Repeat the first line of the listing and each line after it, exactly, through the line containing "or bool array".
——————
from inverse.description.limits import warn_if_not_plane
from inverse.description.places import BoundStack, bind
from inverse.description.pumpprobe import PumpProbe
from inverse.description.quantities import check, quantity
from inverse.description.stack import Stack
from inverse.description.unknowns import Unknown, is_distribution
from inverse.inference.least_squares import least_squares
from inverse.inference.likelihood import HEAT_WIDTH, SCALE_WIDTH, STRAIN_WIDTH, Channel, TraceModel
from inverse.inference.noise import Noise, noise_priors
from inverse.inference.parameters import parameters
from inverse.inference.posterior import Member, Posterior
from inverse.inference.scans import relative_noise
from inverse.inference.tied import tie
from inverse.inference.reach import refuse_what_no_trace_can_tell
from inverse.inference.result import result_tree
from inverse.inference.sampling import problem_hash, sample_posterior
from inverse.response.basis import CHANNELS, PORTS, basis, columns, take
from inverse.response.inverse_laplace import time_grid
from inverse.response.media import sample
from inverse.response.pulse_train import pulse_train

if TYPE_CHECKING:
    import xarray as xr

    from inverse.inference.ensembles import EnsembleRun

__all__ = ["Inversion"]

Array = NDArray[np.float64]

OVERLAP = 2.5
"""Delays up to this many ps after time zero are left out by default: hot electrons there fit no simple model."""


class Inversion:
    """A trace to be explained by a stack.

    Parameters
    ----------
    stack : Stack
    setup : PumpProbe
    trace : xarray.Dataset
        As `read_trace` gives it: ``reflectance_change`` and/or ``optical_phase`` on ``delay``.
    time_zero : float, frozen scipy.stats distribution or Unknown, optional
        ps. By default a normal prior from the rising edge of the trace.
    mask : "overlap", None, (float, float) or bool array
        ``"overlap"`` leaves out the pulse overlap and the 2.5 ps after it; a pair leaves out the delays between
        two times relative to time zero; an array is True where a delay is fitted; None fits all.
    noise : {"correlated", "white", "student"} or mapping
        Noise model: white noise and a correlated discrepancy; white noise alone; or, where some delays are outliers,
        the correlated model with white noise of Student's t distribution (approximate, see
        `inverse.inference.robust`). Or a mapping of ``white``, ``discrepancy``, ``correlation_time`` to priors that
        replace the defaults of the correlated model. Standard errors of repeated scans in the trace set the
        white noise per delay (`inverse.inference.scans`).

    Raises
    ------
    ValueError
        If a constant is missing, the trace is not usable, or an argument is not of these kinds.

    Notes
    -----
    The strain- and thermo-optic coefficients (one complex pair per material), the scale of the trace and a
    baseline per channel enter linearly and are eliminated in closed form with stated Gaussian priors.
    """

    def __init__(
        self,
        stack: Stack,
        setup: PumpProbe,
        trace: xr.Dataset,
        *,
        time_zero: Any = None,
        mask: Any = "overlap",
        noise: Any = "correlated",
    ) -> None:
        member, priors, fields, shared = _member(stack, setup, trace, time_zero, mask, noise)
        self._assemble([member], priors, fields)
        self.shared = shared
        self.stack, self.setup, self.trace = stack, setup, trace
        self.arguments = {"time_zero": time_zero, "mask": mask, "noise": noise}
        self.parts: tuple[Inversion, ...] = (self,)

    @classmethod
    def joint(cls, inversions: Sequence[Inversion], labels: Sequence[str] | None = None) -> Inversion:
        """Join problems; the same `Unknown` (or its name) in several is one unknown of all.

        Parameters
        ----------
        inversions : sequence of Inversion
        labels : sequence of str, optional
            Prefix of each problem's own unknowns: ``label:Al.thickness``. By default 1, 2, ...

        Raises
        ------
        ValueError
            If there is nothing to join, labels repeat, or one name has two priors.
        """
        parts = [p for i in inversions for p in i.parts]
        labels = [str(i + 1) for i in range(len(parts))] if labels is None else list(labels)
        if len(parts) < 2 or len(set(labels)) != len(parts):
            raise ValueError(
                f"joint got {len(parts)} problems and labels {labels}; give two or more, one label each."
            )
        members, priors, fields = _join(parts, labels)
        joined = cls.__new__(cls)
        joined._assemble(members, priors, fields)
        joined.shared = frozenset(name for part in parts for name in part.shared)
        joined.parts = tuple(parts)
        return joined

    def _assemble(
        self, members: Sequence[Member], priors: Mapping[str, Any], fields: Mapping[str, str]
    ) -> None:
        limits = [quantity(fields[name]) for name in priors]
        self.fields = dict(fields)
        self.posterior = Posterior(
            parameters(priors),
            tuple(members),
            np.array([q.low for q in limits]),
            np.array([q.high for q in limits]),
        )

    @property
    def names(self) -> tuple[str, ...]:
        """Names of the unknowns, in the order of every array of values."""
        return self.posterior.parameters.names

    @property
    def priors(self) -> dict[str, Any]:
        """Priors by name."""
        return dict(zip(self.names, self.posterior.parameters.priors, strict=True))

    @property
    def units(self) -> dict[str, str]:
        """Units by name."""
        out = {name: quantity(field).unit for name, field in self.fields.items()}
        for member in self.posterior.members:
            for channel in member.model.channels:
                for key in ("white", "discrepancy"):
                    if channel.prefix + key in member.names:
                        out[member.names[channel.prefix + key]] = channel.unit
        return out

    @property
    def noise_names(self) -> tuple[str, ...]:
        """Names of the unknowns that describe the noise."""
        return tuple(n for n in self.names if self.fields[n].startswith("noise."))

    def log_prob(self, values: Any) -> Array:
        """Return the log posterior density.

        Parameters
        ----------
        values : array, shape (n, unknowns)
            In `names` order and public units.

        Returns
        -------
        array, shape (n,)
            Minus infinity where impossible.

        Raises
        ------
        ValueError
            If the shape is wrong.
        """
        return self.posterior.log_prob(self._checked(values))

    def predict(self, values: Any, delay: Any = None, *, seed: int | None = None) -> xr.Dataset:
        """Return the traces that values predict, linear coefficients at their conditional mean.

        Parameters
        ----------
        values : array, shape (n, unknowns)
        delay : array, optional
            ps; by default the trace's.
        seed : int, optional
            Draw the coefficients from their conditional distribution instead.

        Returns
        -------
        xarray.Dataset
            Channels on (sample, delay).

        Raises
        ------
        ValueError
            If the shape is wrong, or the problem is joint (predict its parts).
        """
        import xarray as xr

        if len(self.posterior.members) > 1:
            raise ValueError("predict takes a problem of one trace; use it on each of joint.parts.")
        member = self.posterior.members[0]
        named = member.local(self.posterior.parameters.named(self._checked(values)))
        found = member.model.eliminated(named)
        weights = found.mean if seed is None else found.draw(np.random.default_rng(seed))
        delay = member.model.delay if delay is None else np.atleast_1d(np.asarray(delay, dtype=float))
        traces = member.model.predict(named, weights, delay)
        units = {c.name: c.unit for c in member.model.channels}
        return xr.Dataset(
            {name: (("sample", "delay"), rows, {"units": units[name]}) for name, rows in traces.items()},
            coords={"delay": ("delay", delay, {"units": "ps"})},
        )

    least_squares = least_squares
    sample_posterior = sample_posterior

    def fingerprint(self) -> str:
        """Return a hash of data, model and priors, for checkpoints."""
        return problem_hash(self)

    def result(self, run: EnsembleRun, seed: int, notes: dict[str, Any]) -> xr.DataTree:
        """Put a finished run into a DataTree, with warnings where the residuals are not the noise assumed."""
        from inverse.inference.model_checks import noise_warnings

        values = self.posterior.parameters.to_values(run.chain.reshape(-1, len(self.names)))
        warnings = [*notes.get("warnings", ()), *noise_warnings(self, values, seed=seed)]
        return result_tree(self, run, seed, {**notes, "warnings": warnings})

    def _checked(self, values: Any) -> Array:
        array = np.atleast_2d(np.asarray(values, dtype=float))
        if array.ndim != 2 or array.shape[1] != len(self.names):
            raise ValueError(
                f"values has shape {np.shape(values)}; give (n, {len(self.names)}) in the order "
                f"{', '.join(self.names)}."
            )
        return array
——————
* _Exercise answer_:
from inverse.description.limits import warn_if_not_plane
from inverse.description.places import BoundStack, bind
from inverse.description.pumpprobe import PumpProbe
from inverse.description.quantities import check, quantity
from inverse.description.stack import Stack
from inverse.description.unknowns import Unknown, is_distribution
from inverse.inference.least_squares import least_squares
from inverse.inference.likelihood import HEAT_WIDTH, SCALE_WIDTH, STRAIN_WIDTH, Channel, TraceModel
from inverse.inference.noise import Noise, noise_priors
from inverse.inference.parameters import parameters
from inverse.inference.posterior import Member, Posterior
from inverse.inference.scans import relative_noise
from inverse.inference.tied import tie
from inverse.inference.reach import refuse_what_no_trace_can_tell
from inverse.inference.result import result_tree
from inverse.inference.sampling import problem_hash, sample_posterior
from inverse.response.basis import CHANNELS, PORTS, basis, columns, take
from inverse.response.inverse_laplace import time_grid
from inverse.response.media import sample
from inverse.response.pulse_train import pulse_train

if TYPE_CHECKING:
    import xarray as xr

    from inverse.inference.ensembles import EnsembleRun

__all__ = ["Inversion"]

Array = NDArray[np.float64]

OVERLAP = 2.5
"""Delays up to this many ps after time zero are left out by default: hot electrons there fit no simple model."""


class Inversion:
    """A trace to be explained by a stack.

    Parameters
    ----------
    stack : Stack
    setup : PumpProbe
    trace : xarray.Dataset
        As `read_trace` gives it: ``reflectance_change`` and/or ``optical_phase`` on ``delay``.
    time_zero : float, frozen scipy.stats distribution or Unknown, optional
        ps. By default a normal prior from the rising edge of the trace.
    mask : "overlap", None, (float, float) or bool array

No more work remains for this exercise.